** WHAT THE TASK REQUIRES **
Read through the listing, and wherever a line holds the word "start", return it.

** INPUT **
--

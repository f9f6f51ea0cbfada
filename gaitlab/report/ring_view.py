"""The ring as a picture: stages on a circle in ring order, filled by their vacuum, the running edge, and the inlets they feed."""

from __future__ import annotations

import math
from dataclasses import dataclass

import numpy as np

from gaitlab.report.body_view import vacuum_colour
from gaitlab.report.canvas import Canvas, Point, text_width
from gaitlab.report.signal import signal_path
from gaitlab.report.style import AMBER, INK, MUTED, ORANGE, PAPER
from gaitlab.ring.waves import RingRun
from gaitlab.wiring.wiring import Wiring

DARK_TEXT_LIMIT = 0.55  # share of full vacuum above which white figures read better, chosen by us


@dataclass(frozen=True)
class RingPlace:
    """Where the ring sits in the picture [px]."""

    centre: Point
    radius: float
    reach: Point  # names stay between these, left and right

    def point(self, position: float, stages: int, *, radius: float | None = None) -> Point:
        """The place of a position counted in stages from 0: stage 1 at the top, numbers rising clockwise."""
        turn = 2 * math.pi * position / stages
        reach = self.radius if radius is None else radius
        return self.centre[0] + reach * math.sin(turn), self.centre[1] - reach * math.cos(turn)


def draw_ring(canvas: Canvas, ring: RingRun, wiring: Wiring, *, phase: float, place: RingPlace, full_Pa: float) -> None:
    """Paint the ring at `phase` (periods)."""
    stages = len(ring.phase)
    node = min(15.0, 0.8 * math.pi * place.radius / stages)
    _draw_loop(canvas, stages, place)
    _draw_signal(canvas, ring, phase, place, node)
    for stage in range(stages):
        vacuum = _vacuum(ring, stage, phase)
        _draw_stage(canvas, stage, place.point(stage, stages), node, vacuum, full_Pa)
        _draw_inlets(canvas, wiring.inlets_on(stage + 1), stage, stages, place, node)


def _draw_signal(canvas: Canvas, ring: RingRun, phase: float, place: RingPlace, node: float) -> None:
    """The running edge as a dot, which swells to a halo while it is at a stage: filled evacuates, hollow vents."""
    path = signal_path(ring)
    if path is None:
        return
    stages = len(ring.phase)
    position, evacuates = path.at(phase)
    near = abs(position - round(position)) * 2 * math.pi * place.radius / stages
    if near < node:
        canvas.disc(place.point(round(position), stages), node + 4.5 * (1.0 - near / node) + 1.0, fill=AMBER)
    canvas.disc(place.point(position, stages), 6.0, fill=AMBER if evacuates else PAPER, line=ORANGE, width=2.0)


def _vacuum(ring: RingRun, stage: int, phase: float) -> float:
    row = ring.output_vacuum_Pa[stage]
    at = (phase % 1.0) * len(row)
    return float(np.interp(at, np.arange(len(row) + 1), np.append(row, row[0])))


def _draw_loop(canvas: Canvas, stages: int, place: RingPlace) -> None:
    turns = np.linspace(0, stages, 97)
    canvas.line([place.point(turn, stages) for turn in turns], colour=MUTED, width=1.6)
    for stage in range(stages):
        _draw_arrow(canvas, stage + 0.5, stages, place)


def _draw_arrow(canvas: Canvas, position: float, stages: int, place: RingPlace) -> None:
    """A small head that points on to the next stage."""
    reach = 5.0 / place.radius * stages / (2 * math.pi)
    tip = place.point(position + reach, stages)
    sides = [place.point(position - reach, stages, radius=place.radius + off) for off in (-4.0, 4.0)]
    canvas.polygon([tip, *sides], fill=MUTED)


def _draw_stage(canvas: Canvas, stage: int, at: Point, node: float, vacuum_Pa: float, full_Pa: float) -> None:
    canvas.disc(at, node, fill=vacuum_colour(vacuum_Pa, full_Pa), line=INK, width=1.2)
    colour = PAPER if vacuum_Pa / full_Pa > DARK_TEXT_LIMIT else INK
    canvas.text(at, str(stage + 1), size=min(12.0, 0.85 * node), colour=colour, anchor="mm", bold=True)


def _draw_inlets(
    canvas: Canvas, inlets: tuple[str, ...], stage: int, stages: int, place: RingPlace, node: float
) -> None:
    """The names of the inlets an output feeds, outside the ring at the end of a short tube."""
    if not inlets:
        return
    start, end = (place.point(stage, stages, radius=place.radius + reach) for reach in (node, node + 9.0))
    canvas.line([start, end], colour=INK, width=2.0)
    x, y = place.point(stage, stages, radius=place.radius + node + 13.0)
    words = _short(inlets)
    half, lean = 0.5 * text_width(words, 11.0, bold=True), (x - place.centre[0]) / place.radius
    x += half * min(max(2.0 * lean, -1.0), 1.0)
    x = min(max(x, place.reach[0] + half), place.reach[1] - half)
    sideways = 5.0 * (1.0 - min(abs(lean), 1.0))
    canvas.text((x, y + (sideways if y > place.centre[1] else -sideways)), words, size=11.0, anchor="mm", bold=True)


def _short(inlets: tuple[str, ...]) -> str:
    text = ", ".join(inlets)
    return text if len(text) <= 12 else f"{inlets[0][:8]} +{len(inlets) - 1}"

--

** SOLUTION FOR THIS TASK **
    start, end = (place.point(stage, stages, radius=place.radius + reach) for reach in (node, node + 9.0))
    canvas.line([start, end], colour=INK, width=2.0)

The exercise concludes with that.